Background information
- Also known as: Grimace
- Born: November 19, 1979 (age 46) Buffalo, New York, U.S.
- Origin: Kingston, New York, U.S.
- Genres: Metalcore; hardcore punk; heavy metal; Southern rock; hard rock; mathcore (early);
- Occupations: Singer; songwriter;
- Years active: 1998–present
- Member of: Many Eyes
- Formerly of: Every Time I Die; The Damned Things; Finale;

= Keith Buckley =

American singer

Keith Michael Buckley (born November 19, 1979) is an American singer, best known as the vocalist and lyricist of Many Eyes, the now defunct metalcore band Every Time I Die and the heavy metal supergroup the Damned Things. He is also a published author.

==Early life and education==
Buckley was born in Kingston, New York and grew up in Buffalo, New York. He attended Virginia Tech and then the University at Buffalo before doing music full-time. He is also a former English teacher.

==Career==
===Every Time I Die===
In 1998, Buckley established the band Every Time I Die with his brother, Jordan, in Buffalo, New York. He described Every Time I Die as a "Buffalo Bills tailgate party and a high school kegger". One of Buckley's writing tactics was to "get incoherently drunk" and see what comes out.

On January 4, 2006, Buckley and Every Time I Die were in a van accident but escaped unharmed.

On December 4, 2021, Buckley announced that he was taking a hiatus from the band for his mental health.

===Many Eyes===
In September 2023, it was reported that extras were needed for a music video for Buckley's new band for an October 1 shoot date.

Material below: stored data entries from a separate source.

def render_toml(data: dict, header: str = "") -> str:
    """TOML text of plain data (tables, arrays of tables, strings, numbers, booleans, lists).

    ``tomllib.loads(render_toml(d)) == d`` for such data.
    """
    lines = [f"# {h}" if h else "#" for h in header.splitlines()] if header else []

    def table(prefix: str, d: dict) -> None:
        scalars = {k: v for k, v in d.items() if not _is_table(v) and not _is_table_list(v)}
        for k, v in scalars.items():
            lines.append(f"{_toml_key(k)} = {_toml_value(v)}")
        for k, v in d.items():
            name = f"{prefix}.{_toml_key(k)}" if prefix else _toml_key(k)
            if _is_table(v):
                lines.extend(["", f"[{name}]"])
                table(name, v)
            elif _is_table_list(v):
                for item in v:
                    lines.extend(["", f"[[{name}]]"])
                    table(name, item)

    table("", data)
    return "\n".join(lines).lstrip("\n") + "\n"


def _is_table(v) -> bool:
    return isinstance(v, dict)


def _is_table_list(v) -> bool:
    return isinstance(v, list) and bool(v) and all(isinstance(x, dict) for x in v)


# ------------------------------------------------------------------ flying the variants


@dataclass(frozen=True)
class VariantRun:
    """What one variant's run produced (or why it failed).

    Attributes
    ----------
    index : position of the variant in the input
    label : the variant's label
    settings : the settings applied
    vessel_path : the vessel file flown (a written variant file when logs are kept)
    ok : the run finished (completed or stopped by a limit); False on a failure
    error : the failure message ("" when ok)
    summary : the run summary (keys of :data:`sim.engine.summary.SUMMARY_UNITS`)
    legs, events : the run's leg records and events
    ending_reason, ending_kind : why and how the run ended
    series : the channels of :data:`OVERLAY_CHANNELS` (1-D arrays, SI)
    wall_time_s : wall-clock time of the run [s]
    log_path : the HDF5 log written (None when none)
    """

    index: int
    label: str
    settings: tuple[tuple[str, object], ...]
    vessel_path: str
    ok: bool
    error: str = ""
    summary: dict = field(default_factory=dict)
    legs: list = field(default_factory=list)
    events: list = field(default_factory=list)
    ending_reason: str = ""
    ending_kind: str = ""
    series: dict = field(default_factory=dict)
    wall_time_s: float = 0.0
    log_path: str | None = None

    def value(self, key: str) -> float:
        """A summary number (NaN when the run failed)."""
        return float(self.summary.get(key, math.nan)) if self.ok else math.nan


@dataclass(frozen=True)
class Comparison:
    """The runs of all variants of one scenario, and their ranking.

    Attributes
    ----------
    scenario_name, scenario_path : the scenario flown
    title : title of the comparison
    runs : one VariantRun per variant, in input order
    order : indices into ``runs``, best first
    rank_basis : how they were ranked, in words
    """

    scenario_name: str
    scenario_path: Path
    title: str
    runs: tuple[VariantRun, ...]
    order: tuple[int, ...]
    rank_basis: str

    @property
    def ranked(self) -> list[VariantRun]:
        return [self.runs[i] for i in self.order]


RANK_KEYS: dict[str, tuple[str, int, str]] = {
    "distance": ("distance_m", -1, "greatest distance first"),
    "energy": ("energy_per_distance_j_m", 1, "least energy per distance first"),
    "duration": ("duration_s", -1, "longest duration first"),
    "efficiency": ("mean_eta_overall", -1, "highest mean overall efficiency first"),
    "speed": ("mean_speed_over_ground_m_s", -1, "highest mean speed first"),
}
"""Ranking choices: name -> (summary key, sign (−1 larger is better), description)."""


def rank_runs(runs: Sequence[VariantRun], by: str = "auto") -> tuple[tuple[int, ...], str]:
    """Order runs best first. Failed runs come last, in input order.

    ``by = "auto"``: when every run that finished completed the mission, least energy per
    distance first (they all flew the same mission); otherwise greatest distance first.
    """
    ok = [r for r in runs if r.ok]
    if by == "auto":
        by = "energy" if ok and all(r.ending_kind == "complete" for r in ok) else "distance"
        prefix = (
            "all completed the mission: " if by == "energy" else "not all completed the mission: "
        )
    else:
        prefix = ""
    if by not in RANK_KEYS:
        raise ValueError(f"unknown ranking {by!r}; allowed: auto, {', '.join(RANK_KEYS)}")
    key, sign, text = RANK_KEYS[by]
    good = sorted(ok, key=lambda r: (sign * r.value(key), r.index))
    bad = [r for r in runs if not r.ok]
    return tuple(r.index for r in good + bad), prefix + text


def _slug(label: str) -> str:
    s = re.sub(r"[^A-Za-z0-9._-]+", "-", label).strip("-.")
    return s or "variant"


@dataclass(frozen=True)
class _Task:
    index: int
    label: str
    settings: tuple
    scenario_path: str
    vessel_path: str
    overrides: dict | None
    log_path: str | None
    sample_s: float | None


def _load(task: _Task) -> LoadedScenario:
    return load_scenario(
        task.scenario_path, vessel_overrides=task.overrides, vessel_path=task.vessel_path
    )


def _fly(task: _Task) -> VariantRun:
    """Fly one variant (runs in a worker process; must stay a module-level function)."""
    t0 = time.perf_counter()
    common = {
        "index": task.index,
        "label": task.label,
        "settings": task.settings,
        "vessel_path": task.vessel_path,
    }
    try:
        loaded = _load(task)
        out = fly(loaded, log_path=task.log_path, overwrite=True, sample_s=task.sample_s)
    except KeyboardInterrupt:
        raise
    except Exception as exc:  # one failing variant must not sink the comparison
        return VariantRun(
            ok=False,
            error=f"{type(exc).__name__}: {exc}",
            wall_time_s=time.perf_counter() - t0,
            **common,
        )
    r = out.result
    series = {k: np.asarray(r.series[k], dtype=float) for k in OVERLAY_CHANNELS}
    return VariantRun(
        ok=True,
        summary=dict(r.summary),
        legs=list(r.legs),
        events=list(r.events),
        ending_reason=r.ending_reason,
        ending_kind=r.ending_kind,
        series=series,
        wall_time_s=time.perf_counter() - t0,
        log_path=str(out.log_path) if out.log_path is not None else None,
        **common,
    )


def compare_variants(
    scenario: str | Path,
    variants: Sequence[Variant],
    *,
    jobs: int | None = None,
    logs_dir: str | Path | None = None,
    sample_s: float | None = None,
    rank_by: str = "auto",
    title: str = "",
    progress: Callable[[VariantRun], None] | None = None,
) -> Comparison:
    """Fly a scenario once per variant, in parallel on the local cores, and rank the runs.

    Parameters
    ----------
    scenario : path
        Scenario file.
    variants : sequence of Variant
        The variants (labels must be unique).
    jobs : int, optional
        Worker processes; default one per core, at most one per variant. 1 flies them in this
        process, one after the other.
    logs_dir : path, optional
        Write each variant's vessel file (``<label>.vessel.toml``, the variant's full data) and
        HDF5 log (``<label>.h5``, replaced if present) there, so the log's provenance holds the
        vessel actually flown.
    sample_s : float, optional
        Sampling interval [s] overriding the scenario's.
    rank_by : str
        ``"auto"`` or a key of :data:`RANK_KEYS` (see :func:`rank_runs`).
    title : str
        Title of the comparison (default the scenario's name).
    progress : callable, optional
        Called with each VariantRun as it finishes (in the calling process).

    Returns
    -------
    Comparison
        ``runs`` in input order whatever order the workers finish in.

    Raises
    ------
    InputError
        Any variant's vessel or the scenario is invalid (all problems, nothing flown).
    """
    scenario = Path(scenario)
    labels = [v.label for v in variants]
    dupes = sorted({x for x in labels if labels.count(x) > 1})
    if not variants:
        raise InputError([Problem(str(scenario), "", "", "no variants to compare")])
    if dupes:
        raise InputError(
            [Problem("variants", "label", d, "used twice; allowed: unique labels") for d in dupes]
        )
    problems: list[Problem] = []
    tasks: list[_Task] = []
    base = None
    scenario_name = ""
    if logs_dir is not None:
        logs_dir = Path(logs_dir)
        logs_dir.mkdir(parents=True, exist_ok=True)
    for i, v in enumerate(variants):
        try:
            if v.vessel_path is None:
                if base is None:
                    base = load_scenario(scenario)
                vpath = base.vessel.path
            else:
                vpath = Path(v.vessel_path)
            data = variant_vessel_data(vpath)
            data = apply_settings(data, v.settings, f"{v.label} ({vpath})")
            task = _Task(i, v.label, v.settings, str(scenario), str(vpath), data, None, sample_s)
            loaded = _load(task)  # validate now: every problem before anything flies
            scenario_name = loaded.spec.scenario.name
            if logs_dir is not None:
                vfile = logs_dir / f"{_slug(v.label)}.vessel.toml"
                header = (
                    f"Vessel variant {v.label!r} written by brinebolt versus from "
                    f"{vpath}\nsettings: "
                    + (", ".join(f"{k} = {val!r}" for k, val in v.settings) or "none")
                )
                vfile.write_text(render_toml(data, header), encoding="utf-8")
                task = _Task(
                    i,
                    v.label,
                    v.settings,
                    str(scenario),
                    str(vfile),
                    None,
                    str(logs_dir / f"{_slug(v.label)}.h5"),
                    sample_s,
                )
            tasks.append(task)
        except InputError as exc:
            problems.extend(exc.problems)
    if problems:
        raise InputError(problems)

    n_jobs = jobs if jobs is not None else (os.cpu_count() or 1)
    n_jobs = max(1, min(int(n_jobs), len(tasks)))
    results: list[VariantRun | None] = [None] * len(tasks)
    if n_jobs == 1:
        for t in tasks:
            results[t.index] = _fly(t)
            if progress:
                progress(results[t.index])
    else:
        with ProcessPoolExecutor(max_workers=n_jobs) as pool:
            futures = {pool.submit(_fly, t): t.index for t in tasks}
            for fut in as_completed(futures):
                run = fut.result()
                results[futures[fut]] = run
                if progress:
                    progress(run)
    runs = tuple(r for r in results if r is not None)
    order, basis = rank_runs(runs, rank_by)
    return Comparison(
        scenario_name=scenario_name,
        scenario_path=scenario,
        title=title or scenario_name,
        runs=runs,
        order=order,
        rank_basis=basis,
    )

On October 9, Buckley announced via Instagram that the band is called Many Eyes and features Charlie and Nick Bellmore of Toxic Holocaust, Kingdom of Sorrow, and Jamey Jastas solo band on guitar and drums respectively.

===Side projects===
Buckley is a member of Finale, his side project. The two-piece plays indie and acoustic music. Buckley lent his vocal talents to an R&B hook in Chae Hawk's track "PBS" and also "Stockholm Sindrome", a track with Philly/Pittsburgh electro-clash artist Pfunkt. He is also featured with Corey Letson on Four Year Strong's 90s cover album Explains It All covering the song "Bullet with Butterfly Wings" by the Smashing Pumpkins.

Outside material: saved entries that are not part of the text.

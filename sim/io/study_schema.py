"""The study file format (a design study over a scenario and its vessel), as pydantic models.

A study file names a base scenario, the inputs to vary (any dotted key of the vessel or scenario
file, as ``brinebolt versus --set`` takes them), how to sample them, the outputs wanted, the
constraints, and optionally an optimisation, uncertain inputs and a sensitivity analysis::

    [study]
    title = "Glasswort: thruster and pack for range at 1.1 kn"
    scenario = "glasswort-hold.toml"        # relative to this file
    outputs = ["distance_m", "duration_s", "total_mass_kg"]

    [[vary]]
    key = "thruster.pylon.gap"
    min = 30
    max = 80
    unit = "mm"

    [[constraint]]
    output = "peak_duct_temperature_rise_k"
    max = 2.0

Numbers of a ``[[vary]]`` range get their ``unit`` appended ("30 mm") before they are set in
the vessel or scenario data, so every value is read by the files' own unit rules. Constraint
bounds are plain numbers in the output's own unit (:data:`OUTPUT_UNITS`).
"""

from __future__ import annotations

import math
from typing import Any, Literal

from pydantic import Field, model_validator
from pydantic_core import PydanticCustomError

from sim.engine.summary import SUMMARY_UNITS
from sim.io.schema import _Strict, number, quantity

__all__ = [
    "DERIVED_OUTPUTS",
    "OBJECTIVES",
    "OUTPUT_UNITS",
    "ConstraintSpec",
    "MassSpec",
    "OptimiseSpec",
    "SamplingSpec",
    "SensitivitySpec",
    "StudyFile",
    "StudyInfo",
    "UncertainSpec",
    "UncertaintySpec",
    "VarySpec",
]

DERIVED_OUTPUTS: dict[str, tuple[str, str]] = {
    "range_m": ("m", "distance flown (= distance_m)"),
    "endurance_s": ("s", "time flown (= duration_s)"),
    "h2_mol_per_h": ("mol/h", "hydrogen made per hour flown"),
    "cl2_mol_per_h": ("mol/h", "chlorine made per hour flown"),
    "gas_mol_per_h": ("mol/h", "all gas (H2 + Cl2 + O2) made per hour flown"),
    "magnet_margin_k": (
        "K",
        "lowest of the magnet grades' working limits minus the peak magnet temperature",
    ),
    "parts_mass_kg": ("kg", "mass of the modelled parts (magnets, ducts, pack) [mass model]"),
    "delta_mass_kg": ("kg", "change of the parts' mass from the base design [mass model]"),
    "total_mass_kg": ("kg", "vessel mass as flown [mass model]"),
    "magnet_mass_kg": ("kg", "magnets, yokes or cryostats of all units [mass model]"),
    "pack_mass_kg": ("kg", "battery pack [mass model]"),
    "trim_margin_kg": ("kg", "ballast (or draft allowance) left; < 0 out of trim [mass model]"),
    "in_trim": ("1", "1 when the hull carries the variant as intended [mass model]"),
}
"""Outputs worked out beside the run summary: name -> (unit, what)."""

OUTPUT_UNITS: dict[str, str] = {
    **{k: v for k, v in SUMMARY_UNITS.items() if k != "ending_reason"},
    **{k: u for k, (u, _) in DERIVED_OUTPUTS.items()},
}
"""Every output a study can ask for (summary figures and derived ones) -> unit."""

OBJECTIVES: dict[str, tuple[str, str]] = {
    "range": ("distance_m", "max"),
    "endurance": ("duration_s", "max"),
    "energy_per_distance": ("energy_per_distance_j_m", "min"),
}
"""Named objectives -> (output, sense)."""

Scalar = int | float | str | bool


def _output_name(value: Any) -> str:
    if value not in OUTPUT_UNITS:
        raise PydanticCustomError(
            "bb_value",
            "unknown output; allowed: {allowed}",
            {"allowed": ", ".join(OUTPUT_UNITS)},
        )
    return value


def _bad(message: str, **ctx) -> PydanticCustomError:
    return PydanticCustomError("bb_value", message, ctx)


class StudyInfo(_Strict):
    """[study]: what is studied and where the results go."""

    title: str = ""
    """Title shown on tables and figures.

    Default: the scenario's name."""
    scenario: str = Field(min_length=1)
    """The base scenario file, relative to the study file."""
    vessel: str | None = None
    """A vessel file flown instead of the one the scenario names, relative to the study file.

    Default: the scenario's vessel."""
    seed: number(ge=0, le=2**32 - 1, integer=True) = 0
    """Seed of every random draw (sampling, optimisation, Monte Carlo, sensitivity): the same
    seed gives the same variants and results."""
    outputs: list[str] = [  # noqa: RUF012 (pydantic copies defaults)
        "distance_m",
        "duration_s",
        "energy_per_distance_j_m",
        "peak_thruster_current_a",
        "peak_duct_temperature_rise_k",
        "h2_mol_per_h",
        "total_mass_kg",
    ]
    """Outputs stored for every variant (summary figures of a run, or derived ones: range_m,
    endurance_s, h2_mol_per_h, cl2_mol_per_h, gas_mol_per_h, magnet_margin_k, and the mass
    model's parts_mass_kg, delta_mass_kg, total_mass_kg, magnet_mass_kg, pack_mass_kg,
    trim_margin_kg, in_trim). Outputs named by constraints and objectives are stored too."""
    set: dict[str, Any] = {}  # noqa: RUF012 (pydantic copies defaults)
    """Fixed settings applied to every variant before the varied ones, as dotted keys of the
    vessel or scenario file ("leg.hold.speed" = "1.1 kn")."""
    sample: quantity("time", gt=0, optional=True) = None
    """Sampling interval of each run, overriding the scenario's output.sample (a coarser one
    makes a study faster; the summary does not depend on it).

    Default: the scenario's."""

    @model_validator(mode="after")
    def _known_outputs(self):
        bad = [o for o in self.outputs if o not in OUTPUT_UNITS]
        if bad:
            raise _bad(
                "unknown output {bad}; allowed: {allowed}",
                bad=", ".join(map(repr, bad)),
                allowed=", ".join(OUTPUT_UNITS),
            )
        return self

He is also a member of supergroup the Damned Things, founded in 2009, alongside members of Fall Out Boy and Anthrax. The band released its debut album Ironiclast in 2010, but was on hiatus from 2012 until 2018. They released their second album High Crimes on April 26, 2019, and have toured subsequently.

Buckley released his first novel, Scale, in December 2015 through Rare Bird Books and Lit. He released his second novel, Watch, in August 2018 through Rare Bird Books and Lit.

Buckley is a member of an indie electro duo named Tape, alongside Joshua Hurley. He was also the vocalist for Buffalo's local 90s cover band Soul Patch.

Buckley also released an EP in 2014 under the band name Black Medal. They released a 4-song EP, that was accessible by a website. A music video was filmed for the song "Art & Craft".

Buckley contributed to the vocal cover and tribute of "The Broken Vow" by Converge released June 27, 2022 as part of Two Minutes to Late Night's series 'Hardcore Forever'. Additionally Buckley has contributed on released tracks by SeeYouSpaceCowboy, Knocked Loose, Pretty Boy Stomp, Stray from the Path, and Say Anything.

==Personal life==
He has a younger brother, Jordan, who was the lead guitarist in Every Time I Die. They had a younger sister named Jaclyn, who lived with Rett syndrome and died from it in early 2017. Since then, Keith has offered to personally help disabled attendees of the band's shows with accessibility.